WORK TASK
Among the entries below, how many lines have the word "second"? Answer only with the number.

___

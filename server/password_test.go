package server

import (
	"net/http"
	"net/url"
	"strings"
	"testing"

	"tripwell/store"
)

const words = "kettle orchard nine lamps"

// setPassword gives a person a password on their own page, in a browser that a link just signed in.
func (r *rig) setPassword(p store.Person, typed string) *http.Client {
	r.t.Helper()
	b := r.signIn(p)
	res := r.submit(b, "/me/password", url.Values{"password": {typed}, "again": {typed}}.Encode())
	if res.status != 303 || res.header.Get("Location") != "/me?said=password" {
		r.t.Fatalf("set password: got %d %s", res.status, res.body)
	}
	return b
}

func (r *rig) tryPassword(b *http.Client, name, typed string) answer {
	r.t.Helper()
	return r.submit(b, "/in/password", url.Values{"name": {name}, "password": {typed}}.Encode())
}

func TestPassword_SignsInAndNeverComesBack(t *testing.T) {
	r := newRig(t, 0)
	r.setPassword(r.crew, words)
	b := browser(t)
	if res := r.tryPassword(b, r.crew.Name, words); res.status != 303 || res.header.Get("Location") != "/field" {
		t.Fatalf("got %d to %q", res.status, res.header.Get("Location"))
	}
	if res := r.open(b, "/me"); res.status != 200 || !strings.Contains(res.body, "password") {
		t.Errorf("signed in: got %d", res.status)
	}
	wrong, nobody := r.tryPassword(browser(t), r.crew.Name, "not these words"), r.tryPassword(browser(t), "Nobody 9", "not these words")
	if wrong.status != 400 || nobody.status != 400 || strings.ReplaceAll(wrong.body, r.crew.Name, "Nobody 9") != nobody.body {
		t.Errorf("wrong password %d, unknown name %d: want the same page", wrong.status, nobody.status)
	}
	if strings.Contains(wrong.body, "not these words") {
		t.Error("the password came back with the page")
	}
	res := r.submit(r.signIn(r.crew), "/me/password", url.Values{"password": {"short one"}, "again": {"short one"}}.Encode())
	if res.status != 422 || strings.Contains(res.body, "short one") || !strings.Contains(res.body, `aria-invalid="true"`) {
		t.Errorf("too short: got %d, want the form again without what was typed", res.status)
	}
}

func TestPassword_GuessingLocksNobodyOut(t *testing.T) {
	r := newRig(t, 0)
	r.setPassword(r.crew, words)
	r.setPassword(r.auditor, words+" too")
	var last answer
	for range guessAtOnce + 1 {
		last = r.tryPassword(browser(t), r.crew.Name, "guess after guess")
	}
	if last.status != http.StatusTooManyRequests {
		t.Fatalf("after %d guesses: got %d, want 429", guessAtOnce+1, last.status)
	}
	if res := r.tryPassword(browser(t), r.crew.Name, words); res.status != http.StatusTooManyRequests {
		t.Errorf("the right one among guesses: got %d, want 429, else guessing would pay", res.status)
	}
	if res := r.tryPassword(browser(t), r.auditor.Name, words+" too"); res.status != 303 {
		t.Errorf("somebody else behind the same address: got %d", res.status)
	}
	r.signIn(r.crew) // by a link
}

// Whoever tries a name from everywhere stops neither the address its owner uses nor anything but passwords.
func TestGuesses_AnOwnersAddressGoesOn(t *testing.T) {
	g := newGuesses()
	g.right("192.0.2.1", "Crew 1")
	for i := range 3 * guessAllAtOnce {
		g.wrong("198.51.100."+string(rune('a'+i%26))+string(rune('a'+i/26)), "crew  1")
	}
	if g.mayTry("203.0.113.9", "Crew 1") {
		t.Error("a name under attack may be tried from anywhere")
	}
	if !g.mayTry("192.0.2.1", "CREW 1") {
		t.Error("its owner's address is shut out")
	}
	for range guessAtOnce {
		g.wrong("192.0.2.1", "Crew 1")
	}
	if g.mayTry("192.0.2.1", "Crew 1") {
		t.Error("a known address may guess for ever")
	}
	for i := range guessesMost + 10 {
		g.wrong("192.0.2.7", strings.Repeat("x", i%100)+string(rune('a'+i%26))+string(rune(0x4e00+i)))
	}
	if len(g.by) > guessesMost {
		t.Errorf("%d counts are kept", len(g.by))
	}
}

func TestSession_SigningInGivesANewOneAndEndsTheOld(t *testing.T) {
	r := newRig(t, 0)
	r.setPassword(r.crew, words)
	b := browser(t)
	b.Jar.SetCookies(mustURL(t, r.url), []*http.Cookie{{Name: cookieNameLocal, Value: "planted-by-somebody-else-planted-by-so", Path: "/"}})
	r.tryPassword(b, r.crew.Name, words)
	first := b.Jar.Cookies(mustURL(t, r.url))[0].Value
	if first == "planted-by-somebody-else-planted-by-so" {
		t.Fatal("the planted session id was kept")
	}
	r.tryPassword(b, r.crew.Name, words)
	second := b.Jar.Cookies(mustURL(t, r.url))[0].Value
	if first == second {
		t.Error("the session is the same after signing in again")
	}
	if _, err := r.store.Session(first); !isRefusal(err) {
		t.Errorf("the former session: got %v, want it ended", err)
	}
}

func TestMe_SessionsAndPhonesAreTheirOwners(t *testing.T) {
	r := newRig(t, 0)
	h := r.enrol(r.crew)
	mine, other := r.signIn(r.crew), r.signIn(r.crew)
	stranger := r.signIn(r.auditor)
	page := r.open(mine, "/me")
	if page.status != 200 || strings.Count(page.body, `name="session"`) < 1 || !strings.Contains(page.body, "/me/phones/"+h.installation) {
		t.Fatalf("got %d, want sessions and the phone", page.status)
	}
	if strings.Contains(r.open(stranger, "/me").body, h.installation) {
		t.Error("somebody else sees the phone")
	}
	if res := r.submit(stranger, "/me/phones/"+h.installation, ""); res.status != 404 {
		t.Errorf("somebody else takes the phone off: got %d", res.status)
	}
	if res := r.submit(mine, "/me/sessions", ""); res.status != 303 {
		t.Fatalf("got %d", res.status)
	}
	if res := r.open(other, "/me"); res.status != 401 && res.status != 303 {
		t.Errorf("the other browser: got %d, want it signed out", res.status)
	}
	if res := r.submit(mine, "/me/phones/"+h.installation, ""); res.status != 303 {
		t.Fatalf("got %d", res.status)
	}
	if _, _, err := r.store.Bearer(h.token); !isRefusal(err) {
		t.Errorf("the phone's token: got %v, want it gone", err)
	}
}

___

FINAL ANSWER
2